叶黄/非典型娱乐圈,灵感源于法国电影《心房客》

 

 

叶修走进客厅,地上还零散地堆着几个尚未拆封的纸箱。

“哪儿都能坐,就是别坐纸箱上。”从房间传出黄少天的声音。

“你每天通过客厅都得走蛇形啊。”

“没有,都是早上刚到的快递,还没来得及拆。”

叶修没搭理,坐在沙发上环顾四周的时候,突然没头没尾地问他搬过来多久了。黄少天啊了一声,过了几秒回道,一个月不到,上月月底搬来的。

黄少天搬家的时候叶修并不在,他忙着刷期末副本,在学校连住了三周后拖着行李箱和疲累的身心回到家,意外地在家门口捡到了抱膝成团的新邻居。

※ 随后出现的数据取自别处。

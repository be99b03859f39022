import type { Finding, Severity } from '../findings.js';
import { MetricCalculator, type MetricInputs } from '../metrics/compute.js';
import type { MetricId } from '../metrics/kernels.js';
import type { Methodology } from '../metrics/methodology.js';
import { repairFor } from './data-repairs.js';

/**
 * Data explanations: the figure's window holds an error-level finding, so navassay and the vendor
 * may both be "right" on wrong data. Each names the finding's key and, where the check knows how
 * to repair the suspect values, says whether the figure on repaired data reproduces the vendor's.
 */
export interface DataExplanation {
  readonly kind: 'data';
  readonly finding: { readonly key: string; readonly check: string; readonly severity: Severity; readonly start: string | null; readonly end: string | null };
  /** What the repair changed, or null when the check knows no repair. */
  readonly repair: string | null;
  /** The figure on repaired data (decimal), or null without a repair or when it cannot be computed. */
  readonly computed: number | null;
  /** True when the repaired figure reproduces the vendor's. */
  readonly reproduces: boolean;
}

export interface FigureOnSuspectData {
  readonly seriesId: string;
  readonly asOf: number;
  readonly window: string;
  readonly metric: MetricId;
  readonly methodology: Methodology;
  readonly reproduces: (computed: number) => boolean;
}

/** Recomputes on repaired data, keeping one calculator per repaired finding. */
export class DataExplainer {
  private readonly repaired = new Map<string, { description: string; calculator: MetricCalculator } | null>();

  constructor(private readonly inputs: MetricInputs) {}

  explain(figure: FigureOnSuspectData, findings: readonly Finding[]): DataExplanation[] {
    return findings.map((finding) => {
      const { key, check, severity, start, end } = finding;
      const repair = this.repairOf(finding);
      const computed =
        repair === null || finding.series_id !== figure.seriesId
          ? null
          : repair.calculator.metric({ seriesId: figure.seriesId, asOf: figure.asOf, window: figure.window, metric: figure.metric, methodology: figure.methodology }).value;
      return {
        kind: 'data',
        finding: { key, check, severity, start, end },
        repair: repair?.description ?? null,
        computed,
        reproduces: computed !== null && figure.reproduces(computed),
      };
    });
  }

  private repairOf(finding: Finding) {
    if (!this.repaired.has(finding.key)) {
      const repair = repairFor(finding, this.inputs.nav);
      this.repaired.set(finding.key, repair && { description: repair.description, calculator: new MetricCalculator({ ...this.inputs, nav: repair.nav }) });
    }
    return this.repaired.get(finding.key)!;
  }
}
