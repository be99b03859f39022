import { BooleanBuilder, DateBuilder, NumberBuilder, TextBuilder, type ColumnBuilder } from './column-builders.js';
import { CsvRowScanner } from './csv-rows.js';
import { sharedInt32Array } from './shared-columns.js';
import { outsideRange, rangeReason, shownColumnNames } from './columnar-ingest.js';
import { resolveDateFormat, UNSETTLED } from './date-order.js';
import { InputError, quoteInput } from './errors.js';
import { cleanIdentifier, type IdentifierMode } from './identifiers.js';
import { wholeWindow, type CsvWindow } from './csv-window.js';
import { DEFAULT_READ_LIMITS, limitsForKind, type ReadLimits } from './limits.js';
import type { DateFormat, FeedProfile } from './profile.js';
import { profileDelimiter } from './profile-marks.js';
import type { RejectedRow } from './records.js';
import {
  INVALID_DAY,
  isoDateAt,
  numberStyle,
  parseBooleanWord,
  parseDateText,
  parseIsoDateBytes,
  parseNumberBytes,
  parseNumberInto,
  readPlainDecimal,
  type NumberStyle,
} from './scalars.js';
import { CANONICAL_COLUMNS, type ColumnSpec, type FileKind } from './schema.js';
import type { Column, IngestResult } from './table.js';

const LF = 10;
const CR = 13;
const QUOTE_ESCAPE = /""/g;
/** textCode's answer for an id holding a quote in an unquoted field. */
const STRAY_QUOTE = -2;
/** textCode's answer for an id the identifier rule refuses. */
const REFUSED_ID = -3;
/** Longest field text decoded to be quoted in a rejection reason. */
const SHOWN_BYTES = 320;
/** The shortcut a plain row's field tries before it is scanned (see `takePlainRow`). */
const NO_SHORTCUT = 0;
const SHORTCUT_ID = 1;
const SHORTCUT_DATE = 2;
const SHORTCUT_NUMBER = 3;

/** One canonical column being filled from one field of the file. */
interface ColumnPlan {
  readonly spec: ColumnSpec;
  readonly field: number;
  readonly builder: ColumnBuilder;
  /** The as-written text of a number column, when the schema keeps it. */
  readonly textCopy: TextBuilder | null;
  /** Byte range of the previous id, to reuse its code without decoding the same id again. */
  lastStart: number;
  lastEnd: number;
  lastCode: number;
  /** For id columns: the code of each distinct id as written, or REFUSED_ID (the rule runs once per id). */
  readonly idCodes: Map<string, number> | null;
}

/**
 * Reads one canonical CSV file. Every data row is either accepted into the typed columns or
 * rejected with its line, its raw text and the reason; blank lines are not data rows.
 */
export function readCsvBuffer(
  input: Uint8Array,
  fileName: string,
  kind: FileKind,
  profile: FeedProfile,
  allLimits: ReadLimits = DEFAULT_READ_LIMITS,
): IngestResult {
  return readCsvWindow(wholeWindow(Buffer.from(input.buffer, input.byteOffset, input.byteLength)), fileName, kind, profile, allLimits);
}

/** Reads a file's rows through its window (csv-window.ts), on this thread. */
export function readCsvWindow(window: CsvWindow, fileName: string, kind: FileKind, profile: FeedProfile, allLimits: ReadLimits): IngestResult {
  const layout = settleLayout(window, fileName, kind, profile, allLimits);
  const reader = rowReaderFor(layout, window.bytes);
  reader.reserve(estimateRows(window.bytes, layout.headerStart, window.totalBytes));
  const { delimiter, quote } = layout;
  const fieldCount = layout.names.length;
  let scanner = new CsvRowScanner(window.bytes, layout.firstRow, delimiter, quote, fieldCount + 1);
  const plainLane = reader.canTakePlainRows();
  let position = layout.firstRow;
  let line = layout.firstLine;
  for (;;) {
    if (plainLane) ({ position, line } = reader.takePlainRows(position, line, fieldCount, delimiter, plainEnd(window)));
    scanner.seek(position, line);
    const got = scanner.next();
    if (!window.final && (!got || !scanner.isWhole(false))) {
      // The row goes on past the window: keep it, read on, and look at it again.
      window.moveOn(position);
      reader.moveTo(window.bytes);
      scanner = new CsvRowScanner(window.bytes, 0, delimiter, quote, fieldCount + 1);
      position = 0;
      continue;
    }
    if (!got) break;
    if (!scanner.isBlank()) reader.take(scanner, fieldCount);
    position = scanner.nextPosition;
    line = scanner.nextLineNumber;
  }
  return reader.finish(kind);
}

/**
 * What the header and the first window settle for every row of a file: the delimiter, the
 * header's names, the date order and where the first data row starts. It crosses to the parsing
 * thread of a file read on two threads (csv-ring.ts), so it holds only plain data.
 */
export interface CsvLayout {
  readonly fileName: string;
  readonly kind: FileKind;
  readonly profile: FeedProfile;
  /** The limits of every kind, as the caller gave them (`limitsForKind` picks this kind's). */
  readonly limits: ReadLimits;
  readonly delimiter: number;
  readonly quote: number;
  readonly names: readonly string[];
  readonly dateFormat: DateFormat;
  readonly headerStart: number;
  /** Where the first data row starts in the first window, and its line. */
  readonly firstRow: number;
  readonly firstLine: number;
}

/** Reads the header from the first window (growing it while the header needs) and settles the layout. */
export function settleLayout(window: CsvWindow, fileName: string, kind: FileKind, profile: FeedProfile, allLimits: ReadLimits): CsvLayout {
  const limits = limitsForKind(kind, allLimits);
  const quote = profile.quote.charCodeAt(0);
  wholeFirstLine(window);
  const begin = window.bytes[0] === 0xef && window.bytes[1] === 0xbb && window.bytes[2] === 0xbf ? 3 : 0;
  const delimiter = chooseDelimiter(window.bytes, begin, profile, fileName);
  const header = wholeHeader(window, begin, delimiter, quote, fileName, kind, limits.maxHeaderColumns);
  const plans = planColumns(header.names, kind, profile, fileName);
  const dateFormat = settledDateFormat(window, header, delimiter, quote, plans, profile, fileName);
  const scanner = new CsvRowScanner(window.bytes, header.headerStart, delimiter, quote, header.names.length + 1);
  scanner.next(); // the header row itself
  return {
    fileName,
    kind,
    profile,
    limits: allLimits,
    delimiter,
    quote,
    names: header.names,
    dateFormat,
    headerStart: header.headerStart,
    firstRow: scanner.nextPosition,
    firstLine: scanner.nextLineNumber,
  };
}
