def true_period_survival(
    truth: dict, plan: str, channel: str, periods: np.ndarray, hazard_ratio: float = 1.0
) -> np.ndarray:
    """P(a new customer's first spell is still active at the end of billing period k), no price
    change: voluntary (cure mixture of a discrete Weibull, channel multiplier) and involuntary
    (unrecovered renewal failures at the start of periods 2, 3, ...) churn. S(0) = 1.

    ``hazard_ratio`` multiplies the voluntary hazard of every period (1: the plain curve)."""
    p = truth["plans"][plan]
    hr = truth["voluntary_hazard"]["channel_multipliers"][channel] * hazard_ratio
    k = np.asarray(periods, dtype=float)
    voluntary = p["cure_share"] + (1.0 - p["cure_share"]) * np.exp(
        -hr * (p["lambda"] * k) ** p["gamma"]
    )
    involuntary = (1.0 - p["p_fail"] * (1.0 - p["p_recover"])) ** np.maximum(k - 1.0, 0.0)
    return voluntary * involuntary


def main(argv: list[str] | None = None) -> int:
    parser = argparse.ArgumentParser(
        prog="python -m churnlife.demo.generate",
        description=f"Build the {BUSINESS} demo database (DuckDB) and its truth.json.",
    )
    parser.add_argument(
        "out", nargs="?", default="tidewell.duckdb", help="the DuckDB file to write"
    )
    parser.add_argument("--customers", type=int, default=60_000, help="customers to simulate")
    parser.add_argument("--seed", type=int, default=20261202, help="random seed")
    parser.add_argument(
        "--truth", default=None, help="where to write truth.json (default: beside the database)"
    )
    args = parser.parse_args(argv)
    t0 = time.perf_counter()
    info = build_demo(args.out, n_customers=args.customers, seed=args.seed, truth_path=args.truth)
    info["seconds"] = round(time.perf_counter() - t0, 2)
    print(json.dumps(info, indent=2))
    return 0


if __name__ == "__main__":
    raise SystemExit(main())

实在是稀奇。一身黑的装扮,帽檐打下的阴影将下半张脸遮得严丝合缝,叶修不知道这是上演的哪出戏,走到对方跟前蹲到与之齐平,这才看清他的面容。

有点眼熟。叶修想,好像是个明星。但他很快自我否定了这个想法,他向来不相信巧合,况且好看的皮囊千篇一律,说不定只是长了一张明星脸罢了。但是过了一会儿,叶修鬼使神差地又靠近了一些,想去触摸他卧蚕下方的小痣。

一声干咳打断了他的动作。

“我没睡着。”

男人抬头睁开眼,叶修猝不及防地与他对视,抬起的手臂进退两难地僵在半空,空气的流动仿佛也随着这一刻凝滞。两人离得极近,叶修像被抽了魂,一动不动地蹲在那里,过了几秒有所反应,直起身拉开距离。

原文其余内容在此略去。